Deformaciones debidas a estados constitucionales:

      A) Acondroplasia. En esta afección, la sinostosis precoz del hueso basilar del cráneo produce un abombamiento de la frente, a veces considerable, con nariz en silla de montar que recuerda mucho, ya a la hidrocefalia, ya al raquitismo, ya a la heredosífilis, ya al mixedema congénito; con todas ellas se puede confundir. Los otros datos esqueléticos (Þ) impedirán el error.

     B) Mongolismo. Es típico de esta afección el cráneo muy braquicéfalo, de perfil posterior recto, sin la curva occipital (nuca en tajo). Puede esta deformación observarse en otras personas de la familia mongoloide; muchas veces orienta sobre el origen paterno o materno de la afección (Þ).

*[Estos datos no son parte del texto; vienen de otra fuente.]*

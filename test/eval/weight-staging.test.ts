// A Conv's float32 weight still on disk is read straight into the matrix kernel's memory, where the float64
// product would copy it (src/eval/run.ts convStaging, src/eval/gemm.ts stagingFor). Nothing else may then
// clobber it while it is alive, and a product that finds another weight there must copy its own in. Checked bit
// for bit against the same models with every weight in memory (never staged), run alone and in lockstep with
// several probes, with depthwise and grouped convolutions and a second Conv in between, over seeded shapes.
import { afterAll, beforeAll, describe, expect, it } from 'vitest';
import { mkdtempSync, writeFileSync } from 'node:fs';
import { tmpdir } from 'node:os';
import { join } from 'node:path';
import { GraphBuilder, modelBytes, randn, rng } from '../helpers/build.js';
import { parseModel, readModelFile } from '../../src/onnx/read.js';
import { runLockstep } from '../../src/eval/lockstep.js';
import { runModel } from '../../src/eval/run.js';
import { stagedProducts } from '../../src/eval/gemm.js';
import { setThreads, stopThreads } from '../../src/eval/threads.js';
import { availableParallelism } from 'node:os';
import type { Value } from '../../src/eval/value.js';
import { readWholeUpTo } from '../../src/onnx/sparse-read.js';

afterAll(async () => { setThreads(Math.max(1, availableParallelism())); await stopThreads(); });

const bits = (v: Value) => Buffer.from(v.data.buffer, v.data.byteOffset, v.data.byteLength).toString('base64');

/** Conv (staged) -> depthwise Conv -> grouped Conv -> Conv (staged), channel counts from the seed. */
function model(seed: number): Uint8Array {
  const r = rng(seed);
  const c = 80 + Math.floor(r() * 40), m = 130 + Math.floor(r() * 11); // m not always a multiple of 4
  const g = new GraphBuilder();
  g.input('x', [1, c, 5, 5]).output('y');
  const w0 = g.init('w0', [m, c, 3, 3], randn(r, m * c * 9, 0.1));
  const a = g.node('Conv', ['x', w0], { pads: [1, 1, 1, 1] }, { name: 'conv0', outputs: ['a'] });
  const dw = g.init('dw', [m, 1, 3, 3], randn(r, m * 9, 0.3));
  const b = g.node('Conv', [a, dw], { group: m, pads: [1, 1, 1, 1] }, { name: 'depthwise', outputs: ['b'] });
  const half = Math.floor(m / 2) * 2;
  const sl = g.node('Slice', [b, g.init('st', [1], [0], 7), g.init('en', [1], [half], 7), g.init('ax', [1], [1], 7)], {}, { name: 'slice', outputs: ['bs'] });
  const wg = g.init('wg', [half, half / 2, 3, 3], randn(r, half * (half / 2) * 9, 0.1));
  const d = g.node('Conv', [sl, wg], { group: 2, pads: [1, 1, 1, 1] }, { name: 'grouped', outputs: ['d'] });
  const w3 = g.init('w3', [m, half, 3, 3], randn(r, m * half * 9, 0.1));
  g.node('Conv', [d, w3], { pads: [1, 1, 1, 1] }, { name: 'conv3', outputs: ['y'] });
  return modelBytes(g);
}

// The models here are small; they are read sparsely, as files over the whole-read size are (sparse-read.ts).
let wholeUpTo = 0;
beforeAll(() => { wholeUpTo = readWholeUpTo(0); });
afterAll(() => { readWholeUpTo(wholeUpTo); });

describe('Conv weights read straight into the kernel memory', () => {
  const dir = mkdtempSync(join(tmpdir(), 'pleat-staging-'));
  for (const threads of [1, 2]) {
    it(`${threads} thread(s): the bits of the same model with its weights in memory, alone and in lockstep`, () => {
      setThreads(threads);
      for (const seed of [1, 2, 3]) {
        const bytes = model(seed);
        const path = join(dir, `m${seed}.onnx`);
        writeFileSync(path, bytes);
        const onDisk = readModelFile(path), inMemory = parseModel(Uint8Array.from(bytes), dir);
        const r = rng(100 + seed);
        const dims = onDisk.graph.inputs[0]!.shape!.map((d) => Number(d));
        const probe = () => new Map([['x', { type: 1, dims, data: Float64Array.from(randn(r, dims.reduce((p, q) => p * q, 1), 1)) } as Value]]);
        const probes = [probe(), probe(), probe()];
        const want = runLockstep([{ model: inMemory, precision: 'float64', probes }])[0]!.map((o) => bits(o.get('y')!));
        const before = stagedProducts();
        const got = runLockstep([{ model: onDisk, precision: 'float64', probes }])[0]!.map((o) => bits(o.get('y')!));
        expect(got, `seed ${seed}`).toEqual(want);
        // conv0 and conv3 were staged (each once per lockstep pass; the later probes reuse the packed weight)
        expect(stagedProducts() - before, `seed ${seed}`).toBe(2);
        // both models in lockstep (the sides alternate through the kernel memory), and a plain run
        const both = runLockstep([{ model: onDisk, precision: 'float64', probes }, { model: inMemory, precision: 'float64', probes }]);
        expect(both[0]!.map((o) => bits(o.get('y')!))).toEqual(want);
        expect(both[1]!.map((o) => bits(o.get('y')!))).toEqual(want);
        expect(bits(runModel(onDisk, probes[1]!, { precision: 'float64' }).get('y')!)).toBe(want[1]);
      }
    });
  }
});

     C) Leontiasis ósea (Malpighio). Las deformaciones del cráneo alcanzan en la leontiasis su máxima intensidad. Se trata de una hiperostosis, que suele comenzar al acercarse la pubertad, y afecta principalmente al cráneo y la cara. Las hipertrofias óseas, múltiples, irregulares, bastante simétricas, ebúrneas, dan a la cabeza un aspecto monstruoso que no siempre recuerda a la cabeza del león, como indica su nombre; a veces, recuerda más a la cabeza de una vaca (bovinuntiasis). La inteligencia se conserva bien. Hay numerosos síntomas funcionales debidos al progreso de las hiperostosis: cefalea (hay casos en los que es éste el síntoma dominante o único, sobre todo cuando predominan las hiperostosis endocraneales: (Þ), exoftalmia y ceguera (si las hiperostosis afectan a la órbita), diversas parálisis de los nervios craneales, sordera, etc.; en estados avanzados, puede haber síncopes graves, bulbares por compresión del agujero occipital (casos míos). Los huesos de los miembros se deforman también en algunos casos (Þ). Puede ser afección familiar. La frecuencia en otros miembros de la familia, de enfermedades endocrinas (diabetes, insuficiencia suprarrenal, bocio), induce a suponer a la leontiasis un origen hipotalamoendocrino, constitucional. Puede haber lesiones del sistema nervioso del grupo del idiotismo amaurótico (Þ).

     D) Oxicefalia, turricefalia, acrocefalia, cráneo en torre. El cráneo es alto, en forma de torre. Generalmente hay exoftalmia. Otras veces, ptosis palpebral doble o sordomudez. Suele ser una malformación compatible con la normalidad. Su interés reside en la frecuencia con que se combina con otras anomalías, esqueléticas o no, de las que citaré algunas:

     1. Se asocia a estados policitémicos o a la anemia hemolítica, por probable participación del centro hematopoyético del hipotálamo (Þ). En realidad la turricefalia de la anemia hemolítica constitucional es debida, en parte, al engrosamiento óseo craneal por la hiperplasia eritropoyética medular («cráneo en cepillo» radiológicamente).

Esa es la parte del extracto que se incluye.